→ EXERCISE DIRECTIONS
Your answer should be every line below that includes the word "Fraction".

### EXCERPTED RECORDS ###

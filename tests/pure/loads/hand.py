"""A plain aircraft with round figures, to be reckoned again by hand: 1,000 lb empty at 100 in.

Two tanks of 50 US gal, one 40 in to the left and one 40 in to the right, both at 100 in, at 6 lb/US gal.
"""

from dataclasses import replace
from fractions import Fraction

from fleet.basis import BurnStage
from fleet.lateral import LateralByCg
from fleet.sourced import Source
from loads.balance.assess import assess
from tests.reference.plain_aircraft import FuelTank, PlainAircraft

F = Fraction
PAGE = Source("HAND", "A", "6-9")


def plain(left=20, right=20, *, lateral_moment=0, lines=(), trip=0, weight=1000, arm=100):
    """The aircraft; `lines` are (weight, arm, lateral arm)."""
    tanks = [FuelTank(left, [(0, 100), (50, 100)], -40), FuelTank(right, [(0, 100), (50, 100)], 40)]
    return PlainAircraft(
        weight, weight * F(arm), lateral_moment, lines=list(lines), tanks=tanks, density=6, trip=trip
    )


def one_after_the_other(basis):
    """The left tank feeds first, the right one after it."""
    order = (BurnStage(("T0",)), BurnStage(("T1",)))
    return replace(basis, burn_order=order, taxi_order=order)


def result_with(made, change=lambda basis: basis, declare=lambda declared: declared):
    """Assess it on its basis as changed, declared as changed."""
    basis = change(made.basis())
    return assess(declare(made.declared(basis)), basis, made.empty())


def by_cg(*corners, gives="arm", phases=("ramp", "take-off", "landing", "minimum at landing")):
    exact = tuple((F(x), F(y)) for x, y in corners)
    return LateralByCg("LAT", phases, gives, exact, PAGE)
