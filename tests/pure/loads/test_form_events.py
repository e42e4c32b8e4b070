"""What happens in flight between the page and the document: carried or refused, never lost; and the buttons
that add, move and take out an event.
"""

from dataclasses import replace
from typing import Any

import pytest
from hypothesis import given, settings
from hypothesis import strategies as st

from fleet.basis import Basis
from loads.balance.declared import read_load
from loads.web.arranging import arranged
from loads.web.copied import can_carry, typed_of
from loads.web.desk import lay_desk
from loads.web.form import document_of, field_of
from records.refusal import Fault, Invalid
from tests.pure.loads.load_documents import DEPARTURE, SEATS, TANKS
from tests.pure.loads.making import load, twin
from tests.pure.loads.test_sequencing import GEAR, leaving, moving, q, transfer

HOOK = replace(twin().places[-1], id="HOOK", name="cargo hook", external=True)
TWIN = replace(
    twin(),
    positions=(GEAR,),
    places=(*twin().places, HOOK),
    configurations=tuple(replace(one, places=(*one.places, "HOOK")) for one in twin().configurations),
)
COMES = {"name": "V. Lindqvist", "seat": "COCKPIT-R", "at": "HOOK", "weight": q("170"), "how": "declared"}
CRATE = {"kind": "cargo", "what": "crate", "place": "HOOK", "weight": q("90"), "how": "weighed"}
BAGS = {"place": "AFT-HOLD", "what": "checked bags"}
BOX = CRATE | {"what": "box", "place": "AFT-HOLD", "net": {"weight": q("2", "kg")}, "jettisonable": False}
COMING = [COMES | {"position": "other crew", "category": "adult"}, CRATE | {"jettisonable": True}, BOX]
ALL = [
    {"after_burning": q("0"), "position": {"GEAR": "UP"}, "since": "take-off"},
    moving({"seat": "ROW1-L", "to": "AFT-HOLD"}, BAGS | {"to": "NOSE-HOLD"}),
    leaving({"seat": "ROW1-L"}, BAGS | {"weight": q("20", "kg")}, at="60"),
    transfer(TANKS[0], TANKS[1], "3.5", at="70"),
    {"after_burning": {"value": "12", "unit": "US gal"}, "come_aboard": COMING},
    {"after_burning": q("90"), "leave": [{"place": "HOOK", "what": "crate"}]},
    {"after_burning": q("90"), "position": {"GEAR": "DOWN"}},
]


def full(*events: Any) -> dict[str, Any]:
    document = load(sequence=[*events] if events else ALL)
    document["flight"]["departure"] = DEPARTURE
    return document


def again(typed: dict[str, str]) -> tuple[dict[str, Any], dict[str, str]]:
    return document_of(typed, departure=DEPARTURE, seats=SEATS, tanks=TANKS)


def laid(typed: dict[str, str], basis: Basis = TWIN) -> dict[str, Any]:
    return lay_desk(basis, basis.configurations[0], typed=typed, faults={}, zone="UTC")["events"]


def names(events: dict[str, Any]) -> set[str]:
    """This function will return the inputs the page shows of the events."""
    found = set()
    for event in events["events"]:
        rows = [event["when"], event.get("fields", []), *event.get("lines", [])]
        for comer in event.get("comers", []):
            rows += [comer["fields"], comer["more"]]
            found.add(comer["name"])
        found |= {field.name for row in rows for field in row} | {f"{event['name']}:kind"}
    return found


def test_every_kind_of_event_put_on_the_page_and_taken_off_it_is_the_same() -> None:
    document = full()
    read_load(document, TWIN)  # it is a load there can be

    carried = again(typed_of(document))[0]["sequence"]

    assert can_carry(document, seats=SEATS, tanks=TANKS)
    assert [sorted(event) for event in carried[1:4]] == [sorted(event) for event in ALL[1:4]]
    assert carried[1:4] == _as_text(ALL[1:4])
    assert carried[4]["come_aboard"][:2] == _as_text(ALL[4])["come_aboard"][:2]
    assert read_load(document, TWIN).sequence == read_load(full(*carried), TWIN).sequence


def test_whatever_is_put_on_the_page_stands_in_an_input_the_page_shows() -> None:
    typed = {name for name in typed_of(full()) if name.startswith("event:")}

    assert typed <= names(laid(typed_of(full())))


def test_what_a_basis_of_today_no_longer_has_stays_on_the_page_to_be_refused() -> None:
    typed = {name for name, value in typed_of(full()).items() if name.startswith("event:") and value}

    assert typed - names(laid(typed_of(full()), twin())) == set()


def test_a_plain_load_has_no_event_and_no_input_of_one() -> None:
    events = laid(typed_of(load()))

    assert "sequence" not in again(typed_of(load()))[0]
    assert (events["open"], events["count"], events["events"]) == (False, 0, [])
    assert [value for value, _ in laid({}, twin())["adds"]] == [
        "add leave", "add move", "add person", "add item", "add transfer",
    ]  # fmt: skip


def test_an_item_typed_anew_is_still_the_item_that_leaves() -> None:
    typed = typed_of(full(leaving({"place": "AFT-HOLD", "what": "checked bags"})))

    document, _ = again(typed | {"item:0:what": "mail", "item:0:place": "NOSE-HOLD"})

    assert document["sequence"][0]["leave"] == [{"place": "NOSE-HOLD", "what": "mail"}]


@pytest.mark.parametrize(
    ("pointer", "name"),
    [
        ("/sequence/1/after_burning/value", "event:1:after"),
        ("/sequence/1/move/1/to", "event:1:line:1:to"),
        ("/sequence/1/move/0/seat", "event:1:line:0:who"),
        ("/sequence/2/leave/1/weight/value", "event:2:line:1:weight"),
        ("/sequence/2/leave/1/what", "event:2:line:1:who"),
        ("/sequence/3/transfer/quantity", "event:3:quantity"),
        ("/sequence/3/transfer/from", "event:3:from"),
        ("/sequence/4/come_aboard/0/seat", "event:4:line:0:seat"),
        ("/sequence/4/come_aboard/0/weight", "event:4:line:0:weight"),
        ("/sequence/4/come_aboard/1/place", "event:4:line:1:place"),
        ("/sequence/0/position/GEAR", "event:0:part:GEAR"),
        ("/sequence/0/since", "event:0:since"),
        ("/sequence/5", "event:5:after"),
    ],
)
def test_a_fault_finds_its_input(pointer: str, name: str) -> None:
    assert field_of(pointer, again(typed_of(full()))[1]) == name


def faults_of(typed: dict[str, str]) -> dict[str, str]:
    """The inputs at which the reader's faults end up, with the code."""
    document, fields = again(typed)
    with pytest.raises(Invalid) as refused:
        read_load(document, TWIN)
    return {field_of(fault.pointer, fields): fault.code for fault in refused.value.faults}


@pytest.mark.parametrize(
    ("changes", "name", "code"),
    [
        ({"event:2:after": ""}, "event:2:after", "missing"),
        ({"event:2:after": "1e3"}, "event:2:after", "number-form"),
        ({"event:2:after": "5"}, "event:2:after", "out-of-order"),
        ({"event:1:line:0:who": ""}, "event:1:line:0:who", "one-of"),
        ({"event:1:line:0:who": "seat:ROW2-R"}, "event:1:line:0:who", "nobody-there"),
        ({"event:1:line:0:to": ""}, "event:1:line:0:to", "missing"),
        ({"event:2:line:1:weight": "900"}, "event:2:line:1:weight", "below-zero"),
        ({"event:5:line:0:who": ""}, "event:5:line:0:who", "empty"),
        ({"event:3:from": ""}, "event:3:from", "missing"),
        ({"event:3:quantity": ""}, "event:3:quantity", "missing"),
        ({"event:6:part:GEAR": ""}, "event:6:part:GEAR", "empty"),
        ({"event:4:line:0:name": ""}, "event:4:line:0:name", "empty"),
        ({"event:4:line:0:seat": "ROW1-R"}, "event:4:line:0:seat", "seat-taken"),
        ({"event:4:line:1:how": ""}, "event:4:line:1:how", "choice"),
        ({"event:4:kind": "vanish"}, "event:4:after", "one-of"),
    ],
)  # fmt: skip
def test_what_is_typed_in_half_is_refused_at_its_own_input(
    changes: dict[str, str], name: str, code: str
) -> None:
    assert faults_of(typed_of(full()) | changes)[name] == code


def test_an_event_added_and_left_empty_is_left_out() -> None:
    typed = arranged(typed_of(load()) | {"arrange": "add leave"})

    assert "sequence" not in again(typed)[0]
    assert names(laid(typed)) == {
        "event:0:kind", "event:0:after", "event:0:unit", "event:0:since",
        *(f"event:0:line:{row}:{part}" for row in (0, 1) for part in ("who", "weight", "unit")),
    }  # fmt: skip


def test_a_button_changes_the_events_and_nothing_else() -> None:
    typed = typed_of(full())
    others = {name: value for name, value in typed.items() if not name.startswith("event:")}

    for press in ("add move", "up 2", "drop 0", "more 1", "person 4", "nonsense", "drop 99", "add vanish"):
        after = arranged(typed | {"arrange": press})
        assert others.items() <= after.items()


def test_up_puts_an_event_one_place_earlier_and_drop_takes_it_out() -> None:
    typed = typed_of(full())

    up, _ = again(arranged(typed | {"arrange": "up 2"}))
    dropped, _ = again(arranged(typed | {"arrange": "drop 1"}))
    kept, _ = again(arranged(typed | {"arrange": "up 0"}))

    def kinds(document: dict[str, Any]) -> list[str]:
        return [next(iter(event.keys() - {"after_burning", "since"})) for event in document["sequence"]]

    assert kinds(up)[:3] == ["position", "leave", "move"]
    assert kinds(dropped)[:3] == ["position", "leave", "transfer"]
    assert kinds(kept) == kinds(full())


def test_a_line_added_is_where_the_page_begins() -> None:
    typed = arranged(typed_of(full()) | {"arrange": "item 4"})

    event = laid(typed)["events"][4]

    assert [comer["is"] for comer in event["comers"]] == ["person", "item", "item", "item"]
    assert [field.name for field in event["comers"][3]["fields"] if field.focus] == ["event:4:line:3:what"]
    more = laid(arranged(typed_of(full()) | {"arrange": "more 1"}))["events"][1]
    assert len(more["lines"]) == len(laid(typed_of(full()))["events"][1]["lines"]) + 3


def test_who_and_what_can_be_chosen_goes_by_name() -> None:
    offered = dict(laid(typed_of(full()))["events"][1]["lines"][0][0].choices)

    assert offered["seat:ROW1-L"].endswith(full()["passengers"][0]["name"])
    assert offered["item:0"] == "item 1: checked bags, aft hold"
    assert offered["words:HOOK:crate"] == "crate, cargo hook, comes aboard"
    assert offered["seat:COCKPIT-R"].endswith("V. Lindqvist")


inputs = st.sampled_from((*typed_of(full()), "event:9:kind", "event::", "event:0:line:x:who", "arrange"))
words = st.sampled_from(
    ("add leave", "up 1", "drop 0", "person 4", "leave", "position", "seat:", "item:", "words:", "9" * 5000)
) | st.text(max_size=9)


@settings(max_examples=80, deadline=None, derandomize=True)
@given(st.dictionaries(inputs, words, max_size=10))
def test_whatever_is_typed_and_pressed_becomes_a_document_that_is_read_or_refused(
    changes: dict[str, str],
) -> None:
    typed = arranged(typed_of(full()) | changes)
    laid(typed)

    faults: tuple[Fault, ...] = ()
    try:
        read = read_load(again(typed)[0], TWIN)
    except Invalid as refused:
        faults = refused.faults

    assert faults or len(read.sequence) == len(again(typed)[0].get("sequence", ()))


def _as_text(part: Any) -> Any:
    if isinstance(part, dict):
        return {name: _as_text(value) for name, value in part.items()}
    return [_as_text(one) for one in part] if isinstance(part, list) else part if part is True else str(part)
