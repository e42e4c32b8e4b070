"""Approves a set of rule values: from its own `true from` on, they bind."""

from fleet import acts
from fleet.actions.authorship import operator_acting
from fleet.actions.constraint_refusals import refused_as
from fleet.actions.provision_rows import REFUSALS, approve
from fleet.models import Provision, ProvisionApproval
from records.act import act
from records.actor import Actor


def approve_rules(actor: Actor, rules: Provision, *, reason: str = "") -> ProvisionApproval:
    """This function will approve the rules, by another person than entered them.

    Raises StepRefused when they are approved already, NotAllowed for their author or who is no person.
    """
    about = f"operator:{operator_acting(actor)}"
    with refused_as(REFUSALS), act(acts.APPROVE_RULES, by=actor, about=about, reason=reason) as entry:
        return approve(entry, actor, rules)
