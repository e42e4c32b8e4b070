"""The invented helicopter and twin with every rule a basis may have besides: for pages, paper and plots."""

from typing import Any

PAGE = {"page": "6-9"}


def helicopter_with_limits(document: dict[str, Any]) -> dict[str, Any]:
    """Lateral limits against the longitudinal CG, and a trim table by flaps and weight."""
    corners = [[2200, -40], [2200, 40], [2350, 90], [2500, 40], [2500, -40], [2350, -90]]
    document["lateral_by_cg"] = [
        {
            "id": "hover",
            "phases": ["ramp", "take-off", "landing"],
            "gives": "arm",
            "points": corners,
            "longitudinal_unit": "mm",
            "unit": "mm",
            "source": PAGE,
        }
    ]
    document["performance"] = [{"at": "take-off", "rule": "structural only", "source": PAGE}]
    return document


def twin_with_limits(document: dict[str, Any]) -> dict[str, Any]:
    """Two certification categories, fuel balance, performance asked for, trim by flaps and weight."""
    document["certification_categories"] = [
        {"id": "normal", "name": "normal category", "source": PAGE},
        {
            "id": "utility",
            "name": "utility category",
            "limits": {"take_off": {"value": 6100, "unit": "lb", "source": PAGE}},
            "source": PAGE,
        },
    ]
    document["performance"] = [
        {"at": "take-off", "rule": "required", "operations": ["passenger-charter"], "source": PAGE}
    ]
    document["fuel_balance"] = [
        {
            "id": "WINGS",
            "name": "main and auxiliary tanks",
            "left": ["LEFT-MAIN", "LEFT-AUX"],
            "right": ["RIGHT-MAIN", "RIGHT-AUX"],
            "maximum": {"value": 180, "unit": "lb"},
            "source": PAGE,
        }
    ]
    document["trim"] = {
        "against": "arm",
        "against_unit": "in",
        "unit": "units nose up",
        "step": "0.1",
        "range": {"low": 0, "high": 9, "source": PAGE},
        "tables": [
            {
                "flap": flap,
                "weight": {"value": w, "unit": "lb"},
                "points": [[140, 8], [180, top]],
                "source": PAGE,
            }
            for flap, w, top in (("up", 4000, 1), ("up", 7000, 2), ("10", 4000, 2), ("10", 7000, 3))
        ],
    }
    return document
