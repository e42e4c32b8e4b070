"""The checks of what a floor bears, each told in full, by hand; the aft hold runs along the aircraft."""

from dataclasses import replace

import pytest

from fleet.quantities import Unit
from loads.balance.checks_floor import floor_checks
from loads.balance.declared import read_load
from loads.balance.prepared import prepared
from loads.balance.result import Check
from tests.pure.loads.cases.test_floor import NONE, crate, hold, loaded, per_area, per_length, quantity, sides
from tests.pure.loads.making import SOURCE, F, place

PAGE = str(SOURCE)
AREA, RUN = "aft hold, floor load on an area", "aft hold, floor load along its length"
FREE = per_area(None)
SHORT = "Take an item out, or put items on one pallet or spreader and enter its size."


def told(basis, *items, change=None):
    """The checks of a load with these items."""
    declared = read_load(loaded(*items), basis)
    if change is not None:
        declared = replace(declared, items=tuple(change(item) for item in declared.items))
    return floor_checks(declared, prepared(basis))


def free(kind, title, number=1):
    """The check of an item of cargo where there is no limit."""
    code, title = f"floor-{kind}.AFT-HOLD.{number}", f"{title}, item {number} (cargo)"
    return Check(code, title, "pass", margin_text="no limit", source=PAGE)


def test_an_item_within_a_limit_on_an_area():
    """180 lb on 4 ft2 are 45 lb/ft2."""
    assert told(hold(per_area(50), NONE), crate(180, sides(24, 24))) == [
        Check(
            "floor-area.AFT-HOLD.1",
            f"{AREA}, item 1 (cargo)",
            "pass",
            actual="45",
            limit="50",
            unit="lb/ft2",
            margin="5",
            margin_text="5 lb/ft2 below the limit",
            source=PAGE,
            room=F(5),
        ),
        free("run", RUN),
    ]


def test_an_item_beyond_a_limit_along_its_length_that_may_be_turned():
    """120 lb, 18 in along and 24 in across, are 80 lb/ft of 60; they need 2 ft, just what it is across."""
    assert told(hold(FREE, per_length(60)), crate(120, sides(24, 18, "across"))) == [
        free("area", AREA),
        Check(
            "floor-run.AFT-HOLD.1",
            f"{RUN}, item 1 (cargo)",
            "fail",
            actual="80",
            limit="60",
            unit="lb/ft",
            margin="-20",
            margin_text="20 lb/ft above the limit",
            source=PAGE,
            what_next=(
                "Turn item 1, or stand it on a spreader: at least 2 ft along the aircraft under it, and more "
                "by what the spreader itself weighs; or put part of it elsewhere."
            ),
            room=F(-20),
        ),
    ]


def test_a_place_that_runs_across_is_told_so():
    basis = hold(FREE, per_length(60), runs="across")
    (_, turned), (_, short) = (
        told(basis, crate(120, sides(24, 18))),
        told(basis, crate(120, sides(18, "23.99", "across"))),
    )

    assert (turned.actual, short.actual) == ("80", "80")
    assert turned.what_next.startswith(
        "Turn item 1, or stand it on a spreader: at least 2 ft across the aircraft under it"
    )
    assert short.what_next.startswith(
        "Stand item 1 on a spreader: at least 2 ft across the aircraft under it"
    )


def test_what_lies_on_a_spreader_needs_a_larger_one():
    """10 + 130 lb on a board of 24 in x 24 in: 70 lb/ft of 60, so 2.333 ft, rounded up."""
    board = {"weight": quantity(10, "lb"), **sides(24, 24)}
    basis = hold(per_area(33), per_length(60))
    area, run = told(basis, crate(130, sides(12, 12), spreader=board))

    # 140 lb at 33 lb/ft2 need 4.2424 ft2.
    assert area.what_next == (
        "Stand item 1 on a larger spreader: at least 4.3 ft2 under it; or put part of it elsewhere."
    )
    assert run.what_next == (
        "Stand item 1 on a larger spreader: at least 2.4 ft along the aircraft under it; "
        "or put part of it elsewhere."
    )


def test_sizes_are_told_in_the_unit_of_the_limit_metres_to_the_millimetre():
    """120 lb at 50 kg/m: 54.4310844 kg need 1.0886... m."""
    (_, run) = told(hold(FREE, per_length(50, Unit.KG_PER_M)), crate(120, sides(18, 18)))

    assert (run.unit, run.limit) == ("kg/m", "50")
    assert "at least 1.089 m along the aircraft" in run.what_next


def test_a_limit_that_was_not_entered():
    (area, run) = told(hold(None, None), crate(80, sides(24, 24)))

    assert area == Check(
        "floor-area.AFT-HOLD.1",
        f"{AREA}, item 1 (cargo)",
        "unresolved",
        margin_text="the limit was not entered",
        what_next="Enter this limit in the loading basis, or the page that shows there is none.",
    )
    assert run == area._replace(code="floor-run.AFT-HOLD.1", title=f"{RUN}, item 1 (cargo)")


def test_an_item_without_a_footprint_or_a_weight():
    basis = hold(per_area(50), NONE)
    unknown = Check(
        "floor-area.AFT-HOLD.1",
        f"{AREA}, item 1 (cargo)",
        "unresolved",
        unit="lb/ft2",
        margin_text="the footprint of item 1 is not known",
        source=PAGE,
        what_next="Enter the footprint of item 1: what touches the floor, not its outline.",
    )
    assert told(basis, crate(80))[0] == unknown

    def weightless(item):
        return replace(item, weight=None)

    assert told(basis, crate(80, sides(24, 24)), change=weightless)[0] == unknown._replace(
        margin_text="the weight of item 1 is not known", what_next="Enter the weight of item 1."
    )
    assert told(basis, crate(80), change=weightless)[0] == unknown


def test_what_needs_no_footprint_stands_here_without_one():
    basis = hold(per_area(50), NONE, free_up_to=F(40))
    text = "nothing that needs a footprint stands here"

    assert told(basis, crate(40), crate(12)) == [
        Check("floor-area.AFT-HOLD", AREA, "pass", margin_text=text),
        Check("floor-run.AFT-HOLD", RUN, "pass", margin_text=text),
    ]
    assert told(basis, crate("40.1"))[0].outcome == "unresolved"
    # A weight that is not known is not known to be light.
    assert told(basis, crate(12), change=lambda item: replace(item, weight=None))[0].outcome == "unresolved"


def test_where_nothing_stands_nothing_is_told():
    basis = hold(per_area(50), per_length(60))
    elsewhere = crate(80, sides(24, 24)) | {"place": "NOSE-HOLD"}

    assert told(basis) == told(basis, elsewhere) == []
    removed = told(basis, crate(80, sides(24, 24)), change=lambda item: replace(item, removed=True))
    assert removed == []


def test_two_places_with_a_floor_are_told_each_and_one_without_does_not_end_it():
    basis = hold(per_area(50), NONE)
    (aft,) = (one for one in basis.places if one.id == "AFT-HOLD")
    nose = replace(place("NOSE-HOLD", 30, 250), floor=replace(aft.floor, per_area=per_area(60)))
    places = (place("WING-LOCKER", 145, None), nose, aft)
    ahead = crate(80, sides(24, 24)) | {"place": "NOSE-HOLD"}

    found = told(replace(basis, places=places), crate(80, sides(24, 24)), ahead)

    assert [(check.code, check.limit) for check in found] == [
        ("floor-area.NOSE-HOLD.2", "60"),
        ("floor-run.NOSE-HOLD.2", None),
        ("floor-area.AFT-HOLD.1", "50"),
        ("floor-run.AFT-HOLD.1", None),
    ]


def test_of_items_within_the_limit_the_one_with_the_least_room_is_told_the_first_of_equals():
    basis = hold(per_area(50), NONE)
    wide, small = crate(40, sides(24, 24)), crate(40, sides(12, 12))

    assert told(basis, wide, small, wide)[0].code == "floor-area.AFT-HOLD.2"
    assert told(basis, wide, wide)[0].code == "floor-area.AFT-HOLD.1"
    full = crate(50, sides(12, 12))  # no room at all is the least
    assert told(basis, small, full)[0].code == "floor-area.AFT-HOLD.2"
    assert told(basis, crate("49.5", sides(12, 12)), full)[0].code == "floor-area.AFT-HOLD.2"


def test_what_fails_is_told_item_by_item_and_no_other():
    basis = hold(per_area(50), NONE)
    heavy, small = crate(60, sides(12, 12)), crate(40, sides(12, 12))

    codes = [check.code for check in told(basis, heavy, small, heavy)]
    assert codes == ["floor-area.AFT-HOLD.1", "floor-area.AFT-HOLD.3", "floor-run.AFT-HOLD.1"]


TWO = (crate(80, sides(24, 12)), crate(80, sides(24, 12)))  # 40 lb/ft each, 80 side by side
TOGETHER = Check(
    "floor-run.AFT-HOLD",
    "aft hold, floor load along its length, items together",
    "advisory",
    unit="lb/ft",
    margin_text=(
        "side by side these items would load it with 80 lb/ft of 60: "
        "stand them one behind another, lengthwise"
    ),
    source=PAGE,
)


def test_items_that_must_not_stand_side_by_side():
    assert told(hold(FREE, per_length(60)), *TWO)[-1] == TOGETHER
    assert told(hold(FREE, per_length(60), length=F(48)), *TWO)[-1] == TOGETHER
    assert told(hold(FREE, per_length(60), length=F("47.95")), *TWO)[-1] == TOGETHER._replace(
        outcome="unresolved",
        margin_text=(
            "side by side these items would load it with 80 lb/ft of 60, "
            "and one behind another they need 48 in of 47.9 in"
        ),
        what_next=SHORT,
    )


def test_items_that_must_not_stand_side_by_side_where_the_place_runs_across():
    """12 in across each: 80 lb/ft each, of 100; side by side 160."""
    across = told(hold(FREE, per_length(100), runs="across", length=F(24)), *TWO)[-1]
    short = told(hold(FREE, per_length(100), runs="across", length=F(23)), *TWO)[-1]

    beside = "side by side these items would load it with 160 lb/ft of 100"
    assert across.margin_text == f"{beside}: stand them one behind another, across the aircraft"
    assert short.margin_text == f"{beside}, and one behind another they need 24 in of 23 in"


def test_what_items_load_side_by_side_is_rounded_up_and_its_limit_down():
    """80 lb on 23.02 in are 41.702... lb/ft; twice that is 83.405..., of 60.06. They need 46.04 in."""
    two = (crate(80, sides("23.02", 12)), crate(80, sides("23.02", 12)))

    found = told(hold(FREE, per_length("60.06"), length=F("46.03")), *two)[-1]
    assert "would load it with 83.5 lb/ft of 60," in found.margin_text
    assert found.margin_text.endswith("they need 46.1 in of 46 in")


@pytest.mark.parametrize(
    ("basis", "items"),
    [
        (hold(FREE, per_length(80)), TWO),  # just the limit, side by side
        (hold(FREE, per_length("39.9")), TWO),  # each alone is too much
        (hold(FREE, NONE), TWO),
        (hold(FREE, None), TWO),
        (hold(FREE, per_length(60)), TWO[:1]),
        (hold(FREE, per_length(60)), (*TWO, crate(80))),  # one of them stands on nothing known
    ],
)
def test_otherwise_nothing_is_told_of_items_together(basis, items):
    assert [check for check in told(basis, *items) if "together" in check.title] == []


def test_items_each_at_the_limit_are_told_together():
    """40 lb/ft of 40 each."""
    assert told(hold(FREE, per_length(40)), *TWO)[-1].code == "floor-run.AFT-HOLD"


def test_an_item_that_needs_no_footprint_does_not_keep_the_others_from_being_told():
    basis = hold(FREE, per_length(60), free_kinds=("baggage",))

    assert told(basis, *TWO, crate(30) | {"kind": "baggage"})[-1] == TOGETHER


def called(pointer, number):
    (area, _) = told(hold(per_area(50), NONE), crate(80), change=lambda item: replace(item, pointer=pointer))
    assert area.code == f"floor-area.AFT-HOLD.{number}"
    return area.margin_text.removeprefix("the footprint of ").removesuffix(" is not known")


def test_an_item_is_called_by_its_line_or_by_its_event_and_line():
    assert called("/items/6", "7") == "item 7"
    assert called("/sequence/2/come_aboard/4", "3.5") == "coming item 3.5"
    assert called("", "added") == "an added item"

###

→ SOLUTION TO THIS TASK
from fractions import Fraction
F = Fraction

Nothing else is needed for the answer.